#### [TASK OBJECTIVE]
Copy all lines in the data that contain the string "covariance".

Collected data entries:
====

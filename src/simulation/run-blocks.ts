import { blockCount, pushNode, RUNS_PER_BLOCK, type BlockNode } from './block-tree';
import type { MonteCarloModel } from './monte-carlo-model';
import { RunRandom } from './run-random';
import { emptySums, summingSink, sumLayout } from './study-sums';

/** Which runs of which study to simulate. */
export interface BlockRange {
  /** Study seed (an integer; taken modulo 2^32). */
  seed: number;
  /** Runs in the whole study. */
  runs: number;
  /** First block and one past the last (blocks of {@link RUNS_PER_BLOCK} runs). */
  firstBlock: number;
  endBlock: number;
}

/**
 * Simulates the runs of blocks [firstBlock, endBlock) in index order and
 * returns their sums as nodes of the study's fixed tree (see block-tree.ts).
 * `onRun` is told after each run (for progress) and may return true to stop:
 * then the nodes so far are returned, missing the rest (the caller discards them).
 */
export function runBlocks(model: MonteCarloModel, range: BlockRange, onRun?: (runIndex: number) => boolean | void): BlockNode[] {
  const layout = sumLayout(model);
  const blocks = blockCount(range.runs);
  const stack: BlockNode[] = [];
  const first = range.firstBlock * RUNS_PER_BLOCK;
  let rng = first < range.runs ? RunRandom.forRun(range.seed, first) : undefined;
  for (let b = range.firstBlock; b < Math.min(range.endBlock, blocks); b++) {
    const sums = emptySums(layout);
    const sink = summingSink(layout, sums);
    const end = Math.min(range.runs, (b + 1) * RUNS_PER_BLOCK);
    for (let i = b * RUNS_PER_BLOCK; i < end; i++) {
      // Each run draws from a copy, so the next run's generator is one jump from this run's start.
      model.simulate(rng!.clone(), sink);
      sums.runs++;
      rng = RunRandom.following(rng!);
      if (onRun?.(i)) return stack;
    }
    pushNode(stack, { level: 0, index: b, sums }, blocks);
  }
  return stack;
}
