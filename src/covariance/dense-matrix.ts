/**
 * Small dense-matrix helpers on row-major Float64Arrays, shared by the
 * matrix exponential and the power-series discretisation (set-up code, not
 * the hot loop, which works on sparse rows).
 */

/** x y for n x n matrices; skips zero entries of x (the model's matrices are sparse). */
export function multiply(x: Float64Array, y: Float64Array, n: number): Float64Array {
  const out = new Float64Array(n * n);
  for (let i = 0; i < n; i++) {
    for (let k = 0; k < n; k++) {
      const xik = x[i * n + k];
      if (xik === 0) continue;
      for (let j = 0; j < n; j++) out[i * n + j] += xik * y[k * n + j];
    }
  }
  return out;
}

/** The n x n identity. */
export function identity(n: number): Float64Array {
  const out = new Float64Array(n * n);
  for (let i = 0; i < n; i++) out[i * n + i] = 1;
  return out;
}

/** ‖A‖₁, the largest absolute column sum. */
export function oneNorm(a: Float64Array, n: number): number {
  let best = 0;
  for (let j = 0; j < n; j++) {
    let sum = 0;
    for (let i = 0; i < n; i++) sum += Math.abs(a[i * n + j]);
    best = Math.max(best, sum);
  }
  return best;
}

====

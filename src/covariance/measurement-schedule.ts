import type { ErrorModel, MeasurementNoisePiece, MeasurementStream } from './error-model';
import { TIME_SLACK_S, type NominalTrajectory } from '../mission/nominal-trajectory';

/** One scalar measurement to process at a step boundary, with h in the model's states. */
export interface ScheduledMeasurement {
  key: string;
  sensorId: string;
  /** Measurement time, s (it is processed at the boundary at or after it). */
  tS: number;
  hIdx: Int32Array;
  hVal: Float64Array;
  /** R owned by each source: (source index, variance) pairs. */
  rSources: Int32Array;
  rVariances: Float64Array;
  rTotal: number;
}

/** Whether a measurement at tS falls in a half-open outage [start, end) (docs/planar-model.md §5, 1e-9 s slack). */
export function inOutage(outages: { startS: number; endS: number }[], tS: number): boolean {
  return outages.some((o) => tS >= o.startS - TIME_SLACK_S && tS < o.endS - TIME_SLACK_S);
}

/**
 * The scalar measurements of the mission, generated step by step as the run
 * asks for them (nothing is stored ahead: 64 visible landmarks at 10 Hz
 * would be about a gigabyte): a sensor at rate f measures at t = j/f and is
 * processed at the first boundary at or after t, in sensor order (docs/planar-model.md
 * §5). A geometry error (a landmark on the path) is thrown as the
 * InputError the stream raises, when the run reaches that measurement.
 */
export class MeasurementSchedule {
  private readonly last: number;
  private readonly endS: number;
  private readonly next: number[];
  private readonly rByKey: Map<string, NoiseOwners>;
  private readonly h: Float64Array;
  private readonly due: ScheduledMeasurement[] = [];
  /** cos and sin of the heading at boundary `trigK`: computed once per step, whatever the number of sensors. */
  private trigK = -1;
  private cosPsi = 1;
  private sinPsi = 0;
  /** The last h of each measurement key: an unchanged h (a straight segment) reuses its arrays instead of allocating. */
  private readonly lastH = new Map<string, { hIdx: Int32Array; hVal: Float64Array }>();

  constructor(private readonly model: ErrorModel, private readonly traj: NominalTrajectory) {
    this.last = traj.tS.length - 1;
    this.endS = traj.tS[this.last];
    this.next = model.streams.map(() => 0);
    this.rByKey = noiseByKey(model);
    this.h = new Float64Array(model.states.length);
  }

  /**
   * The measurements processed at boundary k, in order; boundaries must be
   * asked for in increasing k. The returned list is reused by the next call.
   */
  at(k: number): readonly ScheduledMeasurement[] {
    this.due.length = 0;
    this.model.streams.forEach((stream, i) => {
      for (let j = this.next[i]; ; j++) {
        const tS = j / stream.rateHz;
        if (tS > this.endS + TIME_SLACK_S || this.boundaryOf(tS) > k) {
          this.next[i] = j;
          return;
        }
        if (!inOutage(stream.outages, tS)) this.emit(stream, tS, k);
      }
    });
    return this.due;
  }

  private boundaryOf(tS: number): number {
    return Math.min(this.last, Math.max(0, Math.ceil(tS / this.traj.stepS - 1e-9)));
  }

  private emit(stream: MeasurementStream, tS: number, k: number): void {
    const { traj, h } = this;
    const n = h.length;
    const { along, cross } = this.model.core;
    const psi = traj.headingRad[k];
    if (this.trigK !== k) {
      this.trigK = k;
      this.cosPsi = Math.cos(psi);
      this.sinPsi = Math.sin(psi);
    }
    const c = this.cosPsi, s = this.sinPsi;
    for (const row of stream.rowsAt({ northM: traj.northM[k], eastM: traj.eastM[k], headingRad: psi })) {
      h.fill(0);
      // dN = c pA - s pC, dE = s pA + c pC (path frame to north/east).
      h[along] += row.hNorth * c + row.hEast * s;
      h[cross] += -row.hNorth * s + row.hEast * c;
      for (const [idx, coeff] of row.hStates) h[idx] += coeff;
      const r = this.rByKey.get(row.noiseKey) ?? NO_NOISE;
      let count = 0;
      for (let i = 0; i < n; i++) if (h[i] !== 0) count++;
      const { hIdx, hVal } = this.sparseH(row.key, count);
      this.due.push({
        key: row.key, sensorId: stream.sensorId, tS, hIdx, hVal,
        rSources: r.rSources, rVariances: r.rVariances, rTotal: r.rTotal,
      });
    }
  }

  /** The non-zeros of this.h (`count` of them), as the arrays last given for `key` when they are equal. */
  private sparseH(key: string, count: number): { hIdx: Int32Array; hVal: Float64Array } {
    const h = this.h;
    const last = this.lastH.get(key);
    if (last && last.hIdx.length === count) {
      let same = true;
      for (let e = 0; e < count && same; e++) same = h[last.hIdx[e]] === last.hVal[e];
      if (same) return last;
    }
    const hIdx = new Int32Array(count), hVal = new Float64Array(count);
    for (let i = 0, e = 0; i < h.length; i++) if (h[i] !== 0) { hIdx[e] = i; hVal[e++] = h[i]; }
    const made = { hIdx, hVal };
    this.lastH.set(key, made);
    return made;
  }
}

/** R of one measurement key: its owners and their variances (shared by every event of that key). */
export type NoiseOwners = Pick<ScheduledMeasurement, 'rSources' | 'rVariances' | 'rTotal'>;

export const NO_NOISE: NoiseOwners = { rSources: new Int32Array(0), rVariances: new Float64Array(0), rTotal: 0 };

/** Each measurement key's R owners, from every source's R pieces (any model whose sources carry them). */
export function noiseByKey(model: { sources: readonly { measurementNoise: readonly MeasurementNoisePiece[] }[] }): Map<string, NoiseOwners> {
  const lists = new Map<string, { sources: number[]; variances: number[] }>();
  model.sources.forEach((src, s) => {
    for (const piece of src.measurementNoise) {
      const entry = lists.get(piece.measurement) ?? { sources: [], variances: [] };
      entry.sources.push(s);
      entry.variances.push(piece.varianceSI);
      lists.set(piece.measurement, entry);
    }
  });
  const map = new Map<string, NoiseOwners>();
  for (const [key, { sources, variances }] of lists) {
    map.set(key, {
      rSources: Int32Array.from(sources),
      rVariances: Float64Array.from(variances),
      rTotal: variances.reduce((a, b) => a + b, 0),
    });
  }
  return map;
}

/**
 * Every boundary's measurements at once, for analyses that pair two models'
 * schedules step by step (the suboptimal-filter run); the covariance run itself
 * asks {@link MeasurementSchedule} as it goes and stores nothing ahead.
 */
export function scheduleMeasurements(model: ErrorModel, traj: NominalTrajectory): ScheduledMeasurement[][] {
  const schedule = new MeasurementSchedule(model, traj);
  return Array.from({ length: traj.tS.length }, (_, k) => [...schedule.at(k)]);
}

====

#### [FINISHED TASK]
filename src/covariance/dense-matrix.ts
filename src/covariance/measurement-schedule.ts
 * schedules step by step (the suboptimal-filter run); the covariance run itself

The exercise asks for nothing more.